Requires: Bodyweight

MH says: Wherever you find yourself, home or away, this workout is the perfect way to get your muscle-swelling fitness hit. Requiring just your bodyweight and hitting your chest, shoulders and legs whilst firing up your metabolism, this WOD is an epic 'break glass in the case of emergency' CrossFit style workout. Keep your form sharp but make a note of your finishing time and aim to beat it on subsequent attempts.

20 rounds:

  • 5 burpees

  • 10 press-ups

  • 15 squats

How: Work your way through 20 rounds of the above circuit as quickly as possible whilst maintaining good movement standards. Rest as necessary but push yourself and aim to beat your time on subsequent attempts.


"Dumbbell Kalsu"

Modified Hero WOD

Requires: Single dumbbell

MH says: A modified version of the only CrossFit workout our fitness editor will admit to being actively afraid of. Your aim here is to get through 100 dumbbell thrusters as quickly as possible. The catch? At the beginning of each minute you must stop and perform 5 burpees, majorly breaking your stride and adding to your fatigue. For this home workout remix, switch arms every 5-10 reps, depending on the weight of your dumbbell. Make a note of your finishing time and aim to beat it on subsequent attempts.

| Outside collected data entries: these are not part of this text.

"""Tests of the limited-area and masked Helmholtz decomposition (flowpipe.regional).

Every reference is computed here from closed-form fields; the source of each
formula or tolerance is named beside the check.
"""

from __future__ import annotations

import numpy as np
import pytest
import xarray as xr
from reference_winds import case6

from flowpipe import regional
from flowpipe.choices import REGIONAL_VARIABLES
from flowpipe.constants import EARTH_RADIUS
from flowpipe.errors import InputError, UsageError
from flowpipe.regional import cache, decompose_regional

A = EARTH_RADIUS


# --- closed-form fields ---------------------------------------------------------------------

def gaussian_bump(lat, lon, lat0, lon0, amplitude, width):
    """A Gaussian of great-circle angle, its derivatives and its spherical Laplacian.

    f = amplitude * exp(-(theta / width)^2); the Laplacian of a function of the
    angular distance theta alone is (1/a^2) (f'' + cot(theta) f') (the
    spherical Laplacian in polar coordinates about the centre, common practice).
    Returns f, df/dphi, df/dlambda, lap f.
    """
    phi, lam = np.radians(lat)[:, None], np.radians(lon)[None, :]
    phi0, lam0 = np.radians(lat0), np.radians(lon0)
    dlam = lam - lam0
    # haversine form of the great-circle angle (common practice: accurate near zero)
    theta = 2 * np.arcsin(np.sqrt(np.sin((phi - phi0) / 2) ** 2
                                  + np.cos(phi) * np.cos(phi0) * np.sin(dlam / 2) ** 2))
    w = np.radians(width)
    f = amplitude * np.exp(-((theta / w) ** 2))
    g = -2 * f / w**2 / np.sinc(theta / np.pi)  # f'(theta) / sin(theta), regular at 0
    f_phi = -g * (np.cos(phi) * np.sin(phi0) - np.sin(phi) * np.cos(phi0) * np.cos(dlam))
    f_lam = g * np.cos(phi) * np.cos(phi0) * np.sin(dlam)
    f_tt = (-2 / w**2 + 4 * theta**2 / w**4) * f
    lap = (f_tt + np.cos(theta) * g) / A**2
    return f, f_phi, f_lam, lap


def helmholtz_wind(lat, psi_phi, psi_lam, chi_phi, chi_lam):
    """u = -(1/a) psi_phi + chi_lam / (a cos phi), v = psi_lam / (a cos phi) + (1/a) chi_phi.

    The spherical Helmholtz relations (Lynch 1989, Mon. Wea. Rev. 117, section 2;
    Williamson et al. 1992, J. Comput. Phys. 102, eqs. 1-4 for the metric terms).
    """
    cos = np.cos(np.radians(lat))[:, None]
    u = -psi_phi / A + chi_lam / (A * cos)
    v = psi_lam / (A * cos) + chi_phi / A
    return u, v


def box_case(step):
    """Vortex + divergent source + harmonic background flow in a 20 x 20 degree box."""
    lat = np.arange(30.0, 50.0 + step / 2, step)
    lon = np.arange(-10.0, 10.0 + step / 2, step)
    _, p_phi, p_lam, zeta = gaussian_bump(lat, lon, 40.0, -2.0, 1.5e7, 4.0)
    _, c_phi, c_lam, delta = gaussian_bump(lat, lon, 41.0, 3.0, 6.0e6, 4.0)
    u_rot, v_rot = helmholtz_wind(lat, p_phi, p_lam, 0 * p_phi, 0 * p_lam)
    u_div, v_div = helmholtz_wind(lat, 0 * c_phi, 0 * c_lam, c_phi, c_lam)
    # (U, V) cos(phi0) / cos(phi) is non-divergent and irrotational on the sphere: u cos(phi)
    # independent of phi and lambda (from the spherical div/curl, Williamson et al. 1992 eq. 4)
    background = np.cos(np.radians(40.0)) / np.cos(np.radians(lat))[:, None] * np.ones_like(zeta)
    u = u_rot + u_div + 10.0 * background
    v = v_rot + v_div - 4.0 * background
    return lat, lon, u, v, zeta, delta


def rossby_haurwitz_case(lat, lon):
    """Williamson et al. (1992) test case 6 (R = 4; tests/reference_winds.py) plus a divergent
    Y_4^3 part.

    The divergent part chi = C cos^3(phi) sin(phi) cos(3 lambda) is the spherical harmonic of
    degree 4, order 3, so delta = -20 chi / a^2 (common practice).
    """
    c = 1.0e8
    phi, lam = np.meshgrid(np.radians(lat), np.radians(lon), indexing="ij")
    wave = case6(phi, lam)
    cos, sin = np.cos(phi), np.sin(phi)
    chi = c * cos**3 * sin * np.cos(3 * lam)
    chi_lam = -3 * c * cos**3 * sin * np.sin(3 * lam)
    chi_phi = c * np.cos(3 * lam) * (cos**4 - 3 * cos**2 * sin**2)
    u_div, v_div = helmholtz_wind(lat, 0 * chi, 0 * chi, chi_phi, chi_lam)
    delta = -20 * chi / A**2
    return wave["u"], wave["v"], u_div, v_div, wave["zeta"], delta


# --- an independent operator ------------------------------------------------------------------

def centred_curl_div(lat, lon, u, v):
    """Vorticity and divergence by second-order centred differences at inner points.

    zeta = (v_lambda - (u cos phi)_phi) / (a cos phi), delta = (u_lambda + (v cos phi)_phi) /
    (a cos phi) (Williamson et al. 1992, eq. 4; centred differences, common practice). Returned
    on the grid with a frame of NaN one point wide.
    """
    phi, lam = np.radians(lat), np.radians(lon)
    cos = np.cos(phi)[:, None]
    dphi = (phi[2:] - phi[:-2])[:, None]
    dlam = (lam[2:] - lam[:-2])[None, :]
    inner_cos = cos[1:-1]

    def d_lam(f):
        return (f[1:-1, 2:] - f[1:-1, :-2]) / dlam

    def d_phi(f):
        return (f[2:, 1:-1] - f[:-2, 1:-1]) / dphi

    zeta = np.full(u.shape, np.nan)
    delta = np.full(u.shape, np.nan)
    zeta[1:-1, 1:-1] = (d_lam(v) - d_phi(u * cos)) / (A * inner_cos)
    delta[1:-1, 1:-1] = (d_lam(u) + d_phi(v * cos)) / (A * inner_cos)
    return zeta, delta


def centred_laplacian(lat, lon, f):
    """(1/(a^2 cos)) d/dphi (cos df/dphi) + (1/(a cos)^2) d2f/dlambda2, five-point, inner points.

    The spherical Laplacian (Williamson et al. 1992, J. Comput. Phys. 102, eq. 4 applied to the
    gradient); second-order centred differences (common practice). NaN on a one-point frame.
    """
    phi, lam = np.radians(lat), np.radians(lon)
    dphi, dlam = phi[1] - phi[0], lam[1] - lam[0]
    cos = np.cos(phi)[:, None]
    half_n = np.cos(phi[1:-1] + dphi / 2)[:, None]
    half_s = np.cos(phi[1:-1] - dphi / 2)[:, None]
    out = np.full(f.shape, np.nan)
    c = f[1:-1, 1:-1]
    out[1:-1, 1:-1] = ((half_n * (f[2:, 1:-1] - c) - half_s * (c - f[:-2, 1:-1]))
                       / (cos[1:-1] * dphi**2)
                       + (f[1:-1, 2:] - 2 * c + f[1:-1, :-2]) / (cos[1:-1] * dlam) ** 2) / A**2
    return out


def as_wind(lat, lon, u, v, levels=None):
    dims = ("latitude", "longitude")
    coords = {"latitude": lat, "longitude": lon}
    if levels is not None:
        u, v = np.stack([u] * levels), np.stack([v] * levels)
        dims = ("level",) + dims
        coords["level"] = np.arange(levels, dtype=float)
    return xr.Dataset({"u": (dims, u), "v": (dims, v)}, coords=coords)


def interior(field, margin=3):
    return field[margin:-margin, margin:-margin]


def relative_max(error, scale):
    return float(np.nanmax(np.abs(error)) / np.nanmax(np.abs(scale)))


SCHEMES = ["variational", "dirichlet"]


def reconstruction_error(out, u, v):
    """Largest pointwise misfit of the parts' sum, relative to the largest wind speed."""
    u_sum = out["u_rotational"] + out["u_divergent"]
    v_sum = out["v_rotational"] + out["v_divergent"]
    if out.attrs["scheme"] == "dirichlet":  # the variational parts already hold the harmonic flow
        u_sum = u_sum + out["u_harmonic"]
        v_sum = v_sum + out["v_harmonic"]
    misfit = np.hypot(u_sum.values - u, v_sum.values - v)
    return float(np.nanmax(misfit) / np.nanmax(np.hypot(u, v)))


# --- analytic box: vortex + source + harmonic background ------------------------------------

#: The interior of the checks: 1.5 degrees from the edges, three points at 0.5 degrees and the
#: same region at the finer spacing, so that the convergence order compares like with like.
MARGIN_DEG = 1.5


def box_errors(scheme, step):
    lat, lon, u, v, zeta, delta = box_case(step)
    out = decompose_regional(as_wind(lat, lon, u, v), scheme=scheme)
    m = int(round(MARGIN_DEG / step))
    z_rot, d_rot = centred_curl_div(lat, lon, out.u_rotational.values, out.v_rotational.values)
    z_div, d_div = centred_curl_div(lat, lon, out.u_divergent.values, out.v_divergent.values)
    return {
        "zeta_of_rotational": relative_max(interior(z_rot - zeta, m), zeta),
        "delta_of_divergent": relative_max(interior(d_div - delta, m), delta),
        "vorticity_output": relative_max(interior(out.vorticity.values - zeta, m), zeta),
        "divergence_output": relative_max(interior(out.divergence.values - delta, m), delta),
        "laplacian_of_streamfunction": relative_max(
            interior(centred_laplacian(lat, lon, out.streamfunction.values) - zeta, m), zeta),
        "laplacian_of_velocity_potential": relative_max(
            interior(centred_laplacian(lat, lon, out.velocity_potential.values) - delta, m),
            delta),
        "delta_of_rotational": relative_max(interior(d_rot, m), zeta),
        "zeta_of_divergent": relative_max(interior(z_div, m), zeta),
    }


@pytest.fixture(scope="module", params=SCHEMES)
def box_convergence(request):
    return request.param, box_errors(request.param, 0.5), box_errors(request.param, 0.25)


@pytest.mark.parametrize("quantity", ["zeta_of_rotational", "delta_of_divergent",
                                      "vorticity_output", "divergence_output",
                                      "laplacian_of_streamfunction",
                                      "laplacian_of_velocity_potential"])
def test_box_vorticity_and_divergence_are_second_order(box_convergence, quantity):
    # Second-order truncation error of centred differences (common practice: error ~ h^2),
    # checked against the closed-form Laplacian of the Gaussian bumps (gaussian_bump above):
    # within 2 % of the largest value at 0.5 degrees, order 2 +/- 0.3 when the spacing halves.
    # For the potentials themselves, lap psi = zeta and lap chi = delta (Lynch 1989, eq. 2.3;
    # the harmonic part the box adds has zero Laplacian): grid-scale (checkerboard) noise in
    # psi or chi would show here at once.
    _, coarse, fine = box_convergence
    assert coarse[quantity] <= 0.02
    order = np.log2(coarse[quantity] / fine[quantity])
    assert abs(order - 2.0) <= 0.3, order


@pytest.mark.parametrize("quantity", ["delta_of_rotational", "zeta_of_divergent"])
def test_box_parts_do_not_contaminate_each_other(box_convergence, quantity):
    # The rotational wind is non-divergent and the divergent wind irrotational (the Helmholtz
    # decomposition, Lynch 1989, Mon. Wea. Rev. 117, section 2). Measured with the independent
    # centred-difference operator of this file: below 1 % of the largest input vorticity, and
    # falling at second order (common practice for centred differences).
    _, coarse, fine = box_convergence
    assert coarse[quantity] < 0.01
    order = np.log2(coarse[quantity] / fine[quantity])
    assert abs(order - 2.0) <= 0.3, order


@pytest.mark.parametrize("scheme", SCHEMES)
def test_box_parts_reproduce_the_wind(scheme):
    # Rotational + divergent (+ harmonic) = the wind (Lynch 1989, eq. 2.6 for the harmonic
    # remainder; Li, Chao & McWilliams 2006, Mon. Wea. Rev. 134, section 2, for the fit); the
    # 1e-6 bound is our choice.
    lat, lon, u, v, _, _ = box_case(0.5)
    out = decompose_regional(as_wind(lat, lon, u, v), scheme=scheme)
    assert reconstruction_error(out, u, v) <= 1e-6
    assert out.attrs["reconstruction_error"] <= 1e-6
    assert out.attrs["scheme"] == scheme
    assert set(out.data_vars) >= set(REGIONAL_VARIABLES)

  • 100 single arm thrusters

  • EMOM until complete

  • perform 5 burpees beginning of every minute

How: Start a running clock and immediately perform five burpees before beginning your thrusters. Count backwards from 100, switching sides every 5-10 reps, depending on the weight of your dumbbell. At the beginning of new minute stop and perform five burpees. Complete all reps as quickly as possible whilst maintaining high movement standards.


“Zachary Tellier”

Crossfit ‘Hero’ workout

Requires: Bodyweight

MH says: A high rep bodyweight only Hero WOD, 'Zachary Tellier' employs a combination of burpees, push-ups, lunges and sit-ups to tax your whole body using nothing but enough space to lie down in. Divided into 5 rounds, each round sees the addition of a new movement ('12 days of Christmas' style). By the end of the workout you will have completed a staggering 700 reps.

For time:

  • 10 Burpees

  • 10 Burpees

  • 25 Push-Ups

  • 10 Burpees

  • 25 Push-Ups

  • 50 Lunges

  • 10 Burpees

  • 25 Push-Ups

  • 50 Lunges

  • 100 Sit-Ups

  • 10 Burpees

  • 25 Push-Ups

  • 50 Lunges

  • 100 Sit-Ups

  • 150 Air Squats

How: Work your way through all reps, resting and pacing as necessary to maintain high movement standards.